In the noSQL world, the only database I worked with so far is BigTable. As far as I can tell, BigTable might not be the best choice for this problem. If I use the same "tables", for (3) I'd probably go with something like (assume ndb+python)
在noSQL世界中,到目前为止我使用的唯一数据库是BigTable。就我所知,BigTable可能不是这个问题的最佳选择。如果我使用相同的“表”,对于(3)我可能会使用类似的东西(假设ndb+python)
tcs = TC.query(
TC.tag_key.IN([math_tag_key, hard_tag_key])
).fetch()
content_keys = [tc.content_key for tc in tcs]
distinct_content_keys = set(content_keys) //eliminate repeated values
contents = ndb.get_multi(distinct_content_keys)
But,
但是,
- I don't know how well this would perform when
TC.tag_key.IN
receives 4 to 8 tags (any thoughts on this?) - 我不知道TC.tag_key的性能如何。IN接收4到8个标签(对此有什么想法吗?)
- I can't make query (4) because I can't join with CONTENT (BigTable doesn't do joins). The alternative would be replicating CONTENT's attributes in TC, which is a PITA. (is there a better way to do this in BigTable?)
- 我不能做查询(4),因为我不能与内容连接(BigTable不做连接)。另一种选择是在TC(一个PITA)中复制内容的属性。(在BigTable中有更好的方法吗?)
So, the bigger question here is: what database solves this problem best? I'm inclined to look into Graph databases to see how well they might solve this, but I think I need some expert opinions about it.
所以,更大的问题是:什么数据库能最好地解决这个问题?我倾向于查看图表数据库,看看它们能多好地解决这个问题,但我认为我需要一些专家的意见。
A Graph DB is really the way to go? Is Neo4J the best option?

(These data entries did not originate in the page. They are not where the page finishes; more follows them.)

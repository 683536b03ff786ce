import { Router } from "express";
import { z } from "zod";
import { RESET_REQUEST_MESSAGE, resetPasswordBody, resetRequestBody } from "../../src/schemas/account";
import type { AppLucia } from "../auth/lucia";
import { accountKey, hit, type Limiters } from "../auth/throttle";
import { inBackground } from "../mail/background";
import type { MailDeps } from "../mail/mailer";
import { setCookie } from "../middleware/session";
import { completeReset, previewReset, sendResetLink } from "./service";

const tokenParams = z.object({
  token: z.string().regex(/^[A-Za-z0-9_-]{20,100}$/, { message: "That is not a reset link" }),
});

export function passwordResetRoutes(deps: MailDeps, lucia: AppLucia, limiters: Limiters) {
  const r = Router();

  // The same answer, at once, for every address: the lookup and the e-mail happen after it.
  r.post("/auth/password-reset", async (req, res) => {
    const { email } = resetRequestBody.parse(req.body);
    // Counted per typed address whether or not an account uses it, so a 429 reveals nothing.
    await hit(limiters.resetAddress, req.ip ?? "unknown", "Too many password-reset requests from this network.");
    await hit(limiters.resetEmail, accountKey(email), "Too many password-reset requests for this address.");
    inBackground("password reset e-mail", () => sendResetLink(deps, email));
    res.status(202).json({ ok: true, message: RESET_REQUEST_MESSAGE });
  });

  r.get("/auth/password-reset/:token", async (req, res) => {
    const { token } = tokenParams.parse(req.params);
    res.json(await previewReset(deps.db, token));
  });

  // Every session of the user ends (a stolen one included); this browser gets a new one.
  r.post("/auth/password-reset/:token", async (req, res) => {
    const { token } = tokenParams.parse(req.params);
    const { password } = resetPasswordBody.parse(req.body);
    const { userId } = await completeReset(deps.db, token, password);
    await lucia.invalidateUserSessions(userId);
    const session = await lucia.createSession(userId, {});
    setCookie(res, lucia.createSessionCookie(session.id));
    res.json({ ok: true });
  });

  return r;
}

图DB真的是正确的方法吗?Neo4J是最好的选择吗?
1 个解决方案
#1
3
One of the areas that graph databases excel at compared to relational DBs is the kind of problem you describe. If the answer in a relational DB world results in many joins (where many can depend on the DB, but starts to be an issue at maybe 8 and certainly by 16) then you should look at a graph DB.

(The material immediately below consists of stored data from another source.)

export async function renderSurvey(doc: PDFKit.PDFDocument, data: ReportData, o: RenderOptions): Promise<RenderPlan> {
  const sections = sectionsOf(data);
  const t = reportClock(data.site.timeZone);
  const pages = new Map<string, number>();
  let pageNo = 0;
  const scopeName = data.boards.length === 1 && data.query.boardId ? data.boards[0].name : "All boards";
  const total = o.plan ? String(o.plan.totalPages) : "…";

  const pageW = () => doc.page.width;
  const pageH = () => doc.page.height;
  const left = MARGIN;
  const contentW = () => pageW() - 2 * MARGIN;
  const bottom = () => pageH() - MARGIN - 10;

  doc.on("pageAdded", () => {
    pageNo++;
    const m = doc.page.margins;
    const saved = { ...m };
    m.top = 0;
    m.bottom = 0;
    if (pageNo > 1) {
      line(doc, `Condition survey · ${data.site.name} · ${scopeName}`, left, 20, contentW() - 110, {
        size: 8,
        color: INK.muted,
      });
      text(doc, `Report of ${t.date(data.generatedAt)}`, pageW() - MARGIN - 110, 20, {
        size: 8,
        color: INK.muted,
        width: 110,
        align: "right",
        lineBreak: false,
      });
      doc
        .moveTo(left, 32)
        .lineTo(pageW() - MARGIN, 32)
        .lineWidth(0.6)
        .strokeColor(INK.brassBar)
        .stroke();
    }
    const fy = pageH() - 30;
    doc
      .moveTo(left, fy - 6)
      .lineTo(pageW() - MARGIN, fy - 6)
      .lineWidth(0.4)
      .strokeColor(INK.rule)
      .stroke();
    line(doc, "Records observations and readings; certifies nothing. Tideline.", left, fy, contentW() - 110, {
      size: 7.5,
      color: INK.muted,
    });
    text(doc, `Page ${pageNo} of ${total}`, pageW() - MARGIN - 110, fy, {
      size: 7.5,
      color: INK.muted,
      width: 110,
      align: "right",
      lineBreak: false,
    });
    Object.assign(m, saved);
    doc.x = left;
    doc.y = pageNo > 1 ? MARGIN + HEADER_H - 16 : MARGIN;
  });

  const addPage = () => doc.addPage();
  const ensure = (h: number) => {
    if (doc.y + h > bottom()) addPage();
  };
  let topOutline: PDFKit.PDFOutline | null = null;
  const mark = (key: string, title: string, level: 0 | 1) => {
    pages.set(key, pageNo);
    doc.addNamedDestination(key.replace(/[^A-Za-z0-9]/g, "_"));
    if (level === 0) topOutline = doc.outline.addItem(title);
    else (topOutline ?? doc.outline).addItem(title);
  };
  const heading = (key: string, title: string, level: 0 | 1 = 0) => {
    if (level === 0) addPage();
    else ensure(80);
    mark(key, title, level);
    text(doc, title, left, doc.y, { font: "bold", size: level === 0 ? 18 : 13, color: INK.brass, width: contentW() });
    doc.moveDown(0.4);
  };
  const para = (s: string, opts: { size?: number; color?: string; font?: "body" | "bold" | "italic" } = {}) => {
    text(doc, s, left, doc.y, {
      size: opts.size ?? 9.5,
      color: opts.color ?? INK.text,
      font: opts.font ?? "body",
      width: contentW(),
      lineGap: 1.5,
    });
    doc.moveDown(0.3);
  };

  // ---------- Cover ----------
  addPage();
  doc.rect(0, 0, pageW(), 120).fill(INK.text);
  text(doc, "TIDELINE", left, 40, { font: "monoBold", size: 11, color: INK.brassLight, characterSpacing: 3 });
  text(doc, "Condition survey", left, 62, { font: "bold", size: 28, color: "#edf2f5" });
  doc.y = 150;
  text(doc, data.site.name, left, doc.y, { font: "bold", size: 20, width: contentW() });
  para(
    `${data.site.kind[0].toUpperCase()}${data.site.kind.slice(1)}${data.site.location ? ` · ${data.site.location}` : ""}`,
    { size: 11, color: INK.muted },
  );
  if (data.site.description) para(data.site.description, { size: 10 });
  doc.moveDown(0.6);
  const kv = (k: string, v: string) => {
    const y = doc.y;
    text(doc, k, left, y, { size: 10, color: INK.muted, width: 150 });
    const yk = doc.y;
    text(doc, v, left + 155, y, { size: 10, width: contentW() - 155 });
    doc.y = Math.max(doc.y, yk, y + 14);
    doc.x = left;
  };
  kv(
    "Scope",
    data.query.boardId
      ? `Board: ${data.boards[0]?.name ?? ""}`
      : `Whole site: ${data.boards.map((b) => b.name).join(", ") || "no boards yet"}`,
  );
  kv(
    "Survey period",
    data.inspectedFrom ? `${t.date(data.inspectedFrom)} to ${t.date(data.inspectedTo)}` : "No inspections recorded",
  );
  if (data.query.from || data.query.to)
    kv(
      "Observations included",
      `${data.query.from ?? "the start"} to ${data.query.to ?? "today"} (readings, inspections and photos outside are left out)`,
    );
  kv("Surveyed by", data.surveyors.length ? data.surveyors.map((s) => `${s.name} (${s.inspections})`).join(", ") : "—");
  kv("Report made", `${t.date(data.generatedAt)} by ${data.generatedBy}`);
  kv("Days and times", `On the site's clock, ${data.site.timeZone}`);
  kv(
    "Photos",
    data.query.photos === "yes" ? "As found and after work, up to two of each per position" : "Left out of this copy",
  );
  doc.moveDown(0.6);
  text(doc, "Flood event", left, doc.y, { font: "bold", size: 12, color: INK.brass });
  doc.moveDown(0.2);
  if (data.flood) {
    const f = data.flood;
    kv("Date", f.occurredOn);
    kv("Water", WATER_TYPE_LABELS[f.waterType as keyof typeof WATER_TYPE_LABELS] ?? f.waterType);
    kv("Greatest depth", f.maxDepthM != null ? `${fmtNum(f.maxDepthM)} m` : "not recorded");
    kv("Hours submerged", f.hoursSubmerged != null ? fmtNum(f.hoursSubmerged) : "not recorded");
    for (const b of data.boards)
      kv(
        `Water line, ${b.name}`,
        b.waterLineMm != null
          ? `${fmtNum(b.waterLineMm)} mm above the bottom of a ${fmtNum(b.faceHeightMm)} mm face`
          : "not recorded",
      );
    if (f.notes) kv("Notes", f.notes);
  } else para("No flood event is recorded for this site.", { color: INK.muted });
  cautionBox(doc, left, Math.max(doc.y + 16, pageH() - 200), contentW());

  // ---------- Contents ----------
  const toc = tocEntries(data);
  addPage();
  mark("contents", "Contents", 0);
  text(doc, "Contents", left, doc.y, { font: "bold", size: 18, color: INK.brass });
  doc.moveDown(0.6);
  for (const e of toc) {
    ensure(16);
    const y = doc.y;
    const indent = e.level === 1 ? 18 : 0;
    const num = o.plan?.pages.get(e.key);
    const dest = e.key.replace(/[^A-Za-z0-9]/g, "_");
    line(doc, e.title, left + indent, y, contentW() - indent - 50, {
      size: e.level === 0 ? 11 : 10,
      font: e.level === 0 ? "bold" : "body",
    });
    text(doc, num ? String(num) : "…", pageW() - MARGIN - 40, y, {
      size: 10,
      width: 40,
      align: "right",
      lineBreak: false,
    });
    if (o.plan) doc.goTo(left, y, contentW(), 13, dest);
    doc.y = y + (e.level === 0 ? 17 : 14);
    doc.x = left;
  }

  // ---------- Summary ----------
  if (sections.includes("summary")) {
    heading("summary", "Summary");
    drawSummary(doc, data, left, contentW(), ensure);
  }

  // ---------- Boards ----------
  let done = 0;
  for (const b of data.boards) {
    heading(`board:${b.id}`, b.name);
    para(
      `${b.location ? `${b.location} · ` : ""}${b.nominalVolts} V, ${b.phases === 3 ? "three-phase" : "single-phase"}, ${b.frequencyHz} Hz, ${EARTHING_LABELS[b.earthing as keyof typeof EARTHING_LABELS] ?? b.earthing}` +
        `${b.yearBuilt ? `, built ${b.yearBuilt}` : ""}${b.drawingRef ? ` · drawing ${b.drawingRef}` : ""} · ${b.positions.length} positions`,
      { color: INK.muted },
    );
    if (sections.includes("board")) {
      ensure(60);
      mark(`front:${b.id}`, "Board front", 1);
      text(doc, "Board front", left, doc.y, { font: "bold", size: 13, color: INK.brass });
      doc.moveDown(0.3);
      drawBoardFront(doc, b, left, contentW(), bottom() - doc.y, ensure);
    }
    if (sections.includes("positions")) {
      let currentSection: string | null | undefined;
      for (const p of b.positions) {
        if (p.sectionId !== currentSection) {
          currentSection = p.sectionId;
          const sec = b.sections.find((s) => s.id === p.sectionId);
          addPage();
          mark(
            sec ? `sec:${sec.id}` : `sec:none:${b.id}`,
            sec ? `Positions: ${sec.name}` : "Positions outside any section",
            1,
          );
          text(doc, `${b.name} · ${sec ? sec.name : "Outside any section"}`, left, doc.y, {
            font: "bold",
            size: 13,
            color: INK.brass,
            width: contentW(),
          });
          doc.moveDown(0.4);
        }
        await drawPosition(doc, p, left, contentW(), ensure, o, t);
        done++;
        await o.afterPosition?.(done);
      }
    }
    if (sections.includes("dryout")) {
      addPage();
      mark(`dryout:${b.id}`, "Insulation dry-out charts", 1);
      text(doc, `${b.name} · Insulation dry-out`, left, doc.y, { font: "bold", size: 13, color: INK.brass });
      doc.moveDown(0.3);
      para(
        `Corrected insulation resistance on a logarithmic scale (${data.criteria.correctionMethod === "ieee43_40c" ? "to 40 °C by the IEEE Std 43 rule" : "to 20 °C with the ANSI/NETA temperature correction table"}), ` +
          "with the minimum that applies as a line. The dashed extension is an estimate at the fitted rate, never a promise; re-test before any decision.",
        { size: 8.5, color: INK.muted },
      );
      drawDryOut(doc, b, left, contentW(), ensure, t);
    }
    if (sections.includes("rts")) {
      addPage();
      mark(`rts:${b.id}`, "Return-to-service record", 1);
      text(doc, `${b.name} · Return-to-service record`, left, doc.y, { font: "bold", size: 13, color: INK.brass });
      doc.moveDown(0.3);
      drawRts(doc, b, left, contentW(), ensure, t);
    }
    if (sections.includes("defects")) {
      addPage();
      mark(`defects:${b.id}`, "Defect register", 1);
      text(doc, `${b.name} · Defect register`, left, doc.y, { font: "bold", size: 13, color: INK.brass });
      doc.moveDown(0.3);
      drawDefects(doc, b, left, contentW(), ensure);
    }
  }

  // ---------- Parts ----------
  if (sections.includes("parts")) {
    heading("parts", "Parts wanted");
    drawParts(doc, data, left, contentW(), ensure);
  }

  // ---------- Safety and scope ----------
  heading("safety", "Safety caution and scope of this report");
  cautionBox(doc, left, doc.y, contentW());
  doc.moveDown(1);
  para(SCOPE_STATEMENT, { size: 11, font: "bold" });
  doc.moveDown(0.3);
  para("Where the values in this report come from:", { font: "bold" });
  for (const s of [
    "Rust grades: ASTM D610 (rust grade 10 to 0 by the percentage of surface rusted, Table 1), with the matching ISO 4628-3 Ri degree.",
    `Insulation minimum: the component's manufacturer value where recorded, else the site's minimum${data.criteria.minimumMegohms != null ? ` (${data.criteria.minimumMegohms} MΩ: ${data.criteria.minimumSource || "source not given"})` : ""}, else ANSI/NETA MTS Table 100.1 by voltage rating; polarization index per IEEE Std 43.`,
    "Contact resistance: poles compared with each other (the site's outlier percentage) and with any manufacturer maximum; thermal scans by temperature rise against similar parts (ANSI/NETA MTS thermographic guidance).",
    "Verdicts say only whether a reading meets the criterion the crew recorded. Priorities of the defect register plan the work; they make nothing safe.",
  ])
    para(`• ${s}`, { size: 9 });

  return { pages, totalPages: pageNo };
}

图数据库优于关系DBs的一个方面是您所描述的那种问题。如果关系数据库世界中的答案导致许多连接(其中许多连接可以依赖于DB,但可能在8或16岁时开始成为问题),那么您应该查看图DB。
In addition to Neo4J you may want to look at Titan and either way you may want to look at whether you want something like Blueprints or Spring on top to help isolate you from the implementation specifics (though that can bring other problems if you really need high performance).
除了Neo4J之外,您可能还希望查看Titan,或者以任何一种方式查看您是否希望使用Blueprints或Spring on top来帮助您与实现细节隔离(尽管如果您确实需要高性能,这可能会带来其他问题)。
#1
3
One of the areas that graph databases excel at compared to relational DBs is the kind of problem you describe. If the answer in a relational DB world results in many joins (where many can depend on the DB, but starts to be an issue at maybe 8 and certainly by 16) then you should look at a graph DB.

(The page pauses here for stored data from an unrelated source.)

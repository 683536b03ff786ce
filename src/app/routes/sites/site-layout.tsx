import { NavLink, Outlet, useOutletContext, useParams } from "react-router";
import { ErrorPanel, Loading, serverRefused } from "../../../components/status";
import { phoneNav, visibleNav } from "../../../config/nav";
import type { SiteSummary } from "../../../schemas/sites";
import { useSite } from "../../../features/sites/api";
import { CurrencyProvider } from "../../../lib/money";

export interface SiteContext {
  site: SiteSummary;
  role: SiteSummary["role"];
}
export const useSiteContext = () => useOutletContext<SiteContext>();

/** Phone bar: five equal cells (four pages and More) that fit 320 px, each at least 44 px tall. */
const phoneTab = ({ isActive }: { isActive: boolean }) =>
  `flex min-h-11 min-w-0 flex-1 items-center justify-center rounded-md px-1 text-center text-[0.8rem] leading-tight font-semibold no-underline ${isActive ? "bg-hull-700 text-brass-300" : "text-mist hover:text-chalk"}`;

const tab = ({ isActive }: { isActive: boolean }) =>
  `whitespace-nowrap rounded-md px-3 py-2 text-sm font-semibold no-underline ${isActive ? "bg-hull-700 text-brass-300" : "text-mist hover:text-chalk"}`;

export default function SiteLayout() {
  const { siteId = "" } = useParams();
  const site = useSite(siteId);
  if (site.isPending) return <Loading what="Opening the site" />;
  if (site.isLoadingError || serverRefused(site.error))
    return (
      <main className="p-4">
        <ErrorPanel error={site.error} />
      </main>
    );
  const nav = visibleNav(site.data.role);
  const phone = phoneNav(site.data.role);
  return (
    <>
      <div className="no-print border-b border-hull-700 bg-hull-900/60 px-4">
        <p className="pt-2 text-xs uppercase tracking-widest text-fog">{site.data.kind}</p>
        <p className="text-lg font-bold" data-testid="site-name">
          {site.data.name}
        </p>
        <nav aria-label="Site" className="-mx-1 hidden flex-wrap gap-1 py-2 md:flex">
          {nav.map((n) => (
            <NavLink key={n.label} to={n.href(siteId)} end className={tab}>
              {n.label}
            </NavLink>
          ))}
        </nav>
      </div>
      <nav
        aria-label="Site (phone)"
        className="no-print fixed inset-x-0 bottom-0 z-30 flex gap-1 border-t border-hull-700 bg-hull-900 px-1 py-1 md:hidden"
      >
        {phone.bar.map((n) => (
          <NavLink key={n.label} to={n.href(siteId)} end className={phoneTab}>
            {n.label}
          </NavLink>
        ))}
        {phone.more.length > 0 && (
          <details className="relative min-w-0 flex-1">
            <summary className="flex min-h-11 cursor-pointer list-none items-center justify-center rounded-md px-1 text-[0.8rem] font-semibold text-mist">
              More
            </summary>
            <div className="absolute bottom-12 right-0 flex w-48 flex-col rounded-md bg-hull-800 p-1 ring-1 ring-hull-600">
              {phone.more.map((n) => (
                <NavLink key={n.label} to={n.href(siteId)} end className={tab}>
                  {n.label}
                </NavLink>
              ))}
            </div>
          </details>
        )}
      </nav>
      <main id="main" className="mx-auto max-w-6xl p-4">
        <CurrencyProvider currency={site.data.currency}>
          <Outlet context={{ site: site.data, role: site.data.role } satisfies SiteContext} />
        </CurrencyProvider>
      </main>
    </>
  );
}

图数据库优于关系DBs的一个方面是您所描述的那种问题。如果关系数据库世界中的答案导致许多连接(其中许多连接可以依赖于DB,但可能在8或16岁时开始成为问题),那么您应该查看图DB。
In addition to Neo4J you may want to look at Titan and either way you may want to look at whether you want something like Blueprints or Spring on top to help isolate you from the implementation specifics (though that can bring other problems if you really need high performance).
除了Neo4J之外,您可能还希望查看Titan,或者以任何一种方式查看您是否希望使用Blueprints或Spring on top来帮助您与实现细节隔离(尽管如果您确实需要高性能,这可能会带来其他问题)。